If we ever want to create a wrapper function to encapsulate the consumer launch logic, we would need to pass all producer events to that function, which can be cumbersome and less maintainable.

With Rendezvous Stream

In contrast, using a rendezvous stream allows us to centralize the synchronization logic. A rendezvous stream is a dedicated CUDA stream that waits for all producer events and then records a single barrier event. It waits for all producer events and then records a single barrier event.

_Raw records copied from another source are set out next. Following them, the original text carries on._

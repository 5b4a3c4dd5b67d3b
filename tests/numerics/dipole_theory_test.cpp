#include "support/dipole_theory.hpp"

#include <gtest/gtest.h>
#include <annulet/core/constants.hpp>
#include <annulet/numerics/special.hpp>

#include <cmath>

#include "support/reference_values.hpp"

namespace annulet::test {
namespace {

using Complex = std::complex<double>;
using constants::pi;

// Carter 1932 and King 1957; every entry carries its source.
TEST(DipoleTheory, MutualImpedances) {
    for (const auto& entry : reference_values("mutual_side")) {
        const double length = entry.geometry("L_over_lambda");
        const double spacing = entry.geometry("spacing_over_lambda");
        EXPECT_LT(std::abs(mutual_dipole_impedance(length, length, spacing, 0) - entry.complex()), 1e-5) << entry.id();
    }
    for (const auto& entry : reference_values("mutual_collinear")) {
        const double length = entry.geometry("L_over_lambda");
        const double stagger = length + entry.geometry("end_gap_over_lambda");
        EXPECT_LT(std::abs(mutual_dipole_impedance(length, length, 0, stagger) - entry.complex()), 1e-5) << entry.id();
    }
    for (const auto& entry : reference_values("mutual_echelon")) {
        const double length = entry.geometry("L_over_lambda");
        const Complex z = mutual_dipole_impedance(length, length, entry.geometry("dx"), entry.geometry("dz"));
        EXPECT_LT(std::abs(z - entry.complex()), 1e-5) << entry.id();
    }
}

TEST(DipoleTheory, ClosedFormAgreesWithQuadrature) {
    for (const double spacing : {1e-4, 0.01, 0.25, 1.0, 2.7})
        EXPECT_LT(std::abs(mutual_dipole_impedance(0.5, 0.5, spacing, 0) - mutual_half_wave_side_by_side(spacing)),
                  1e-9)
            << spacing;
}

TEST(DipoleTheory, MutualImpedanceIsReciprocal) {
    const Complex z12 = mutual_dipole_impedance(0.5, 0.4, 0.2, 0.3);
    EXPECT_LT(std::abs(z12 - mutual_dipole_impedance(0.4, 0.5, 0.2, -0.3)), 1e-9);
}

// R = (eta/4pi) Cin(2 pi), X = (eta/4pi) Si(2 pi) of the filament (Carter 1932).
TEST(DipoleTheory, HalfWaveSelfImpedance) {
    const auto thin = reference_value("dipole_thin_00");
    const Complex filament =
        constants::eta0_ohm / (4 * pi) * Complex(entire_cosine_integral(2 * pi), sine_integral(2 * pi));
    EXPECT_LT(std::abs(filament - thin.complex()), 1e-5);
    for (const auto& entry : reference_values("dipole_emf")) {
        const double length = entry.geometry("L_over_lambda");
        const Complex z = mutual_dipole_impedance(length, length, entry.geometry("a_over_lambda"), 0);
        EXPECT_LT(std::abs(z - entry.complex()), 1e-5) << entry.id();
    }
}

TEST(DipoleTheory, LinesAndStepUp) {
    for (const auto& entry : reference_values("two_wire_line")) {
        const bool equal = entry.has_geometry("wire_radius");
        const double a1 = entry.geometry(equal ? "wire_radius" : "a1");
        const double a2 = entry.geometry(equal ? "wire_radius" : "a2");
        EXPECT_NEAR(two_wire_impedance(a1, a2, entry.geometry("spacing")) / entry.real(), 1, 1e-8) << entry.id();
    }
    for (const auto& entry : reference_values("stepup")) {
        const double ratio =
            step_up_ratio(entry.geometry("a_driven"), entry.geometry("a_other"), entry.geometry("spacing"));
        EXPECT_NEAR(ratio, entry.real(), 1e-8 * ratio) << entry.id();
    }
}

TEST(DipoleTheory, GroverInductances) {
    for (const auto& entry : reference_values("ring_inductance"))
        EXPECT_NEAR(ring_inductance_over_mu0(entry.geometry("b"), entry.geometry("a")), entry.real(), 1e-7);
    for (const auto& entry : reference_values("rect_inductance"))
        EXPECT_NEAR(rectangle_inductance_over_mu0(entry.geometry("x"), entry.geometry("y"), entry.geometry("a")),
                    entry.real(), 1e-7);
    for (const auto& entry : reference_values("square_inductance")) {
        const double side = entry.geometry("side");
        // Grover prints the constant 0.77401 of the square to five digits.
        EXPECT_NEAR(rectangle_inductance_over_mu0(side, side, entry.geometry("a")), entry.real(), 5e-6);
    }
    for (const auto& entry : reference_values("strip_inductance")) {
        const double length_mm = entry.geometry("l_mm");
        const double inductance_nh =
            constants::mu0_h_per_m * 1e6 * strip_inductance_over_mu0(length_mm, entry.geometry("w_mm"));
        EXPECT_NEAR(inductance_nh / entry.real("grover_nH"), 1, 1e-8) << entry.id();
    }
}

}  // namespace
}  // namespace annulet::test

Each consumer stream only needs to wait for this single barrier event before proceeding. This reduces the total number of wait operations from $m \times n$ to $m + n$.

rendezvous_stream.cu

#include <cuda_runtime.h>
#include <iostream>
#include <vector>

#define CHECK_CUDA_ERROR(val) check((val), #val, __FILE__, __LINE__)
void check(cudaError_t err, char const* func, char const* file, int line)
{
    if (err != cudaSuccess)
    {
        std::cerr << "CUDA Runtime Error at: " << file << ":" << line
                  << std::endl;
        std::cerr << cudaGetErrorString(err) << " " << func << std::endl;
    }
}

// Producer kernel: adds 1 to the assigned partition
__global__ void producer_kernel(int* buffer, int partition_start,
                                int partition_size)
{
    unsigned int const idx{blockIdx.x * blockDim.x + threadIdx.x};
    if (idx < partition_size)
    {
        buffer[partition_start + idx] += 1;
    }
}

// Consumer kernel: multiplies by 10 the assigned partition
__global__ void consumer_kernel(int* buffer, int partition_start,
                                int partition_size)
{
    unsigned int const idx{blockIdx.x * blockDim.x + threadIdx.x};
    if (idx < partition_size)
    {
        buffer[partition_start + idx] *= 10;
    }
}

int main()
{
    int const m{4};                  // Number of producers
    int const n{2};                  // Number of consumers
    int const buffer_size{10485760}; // Total buffer size (10M elements)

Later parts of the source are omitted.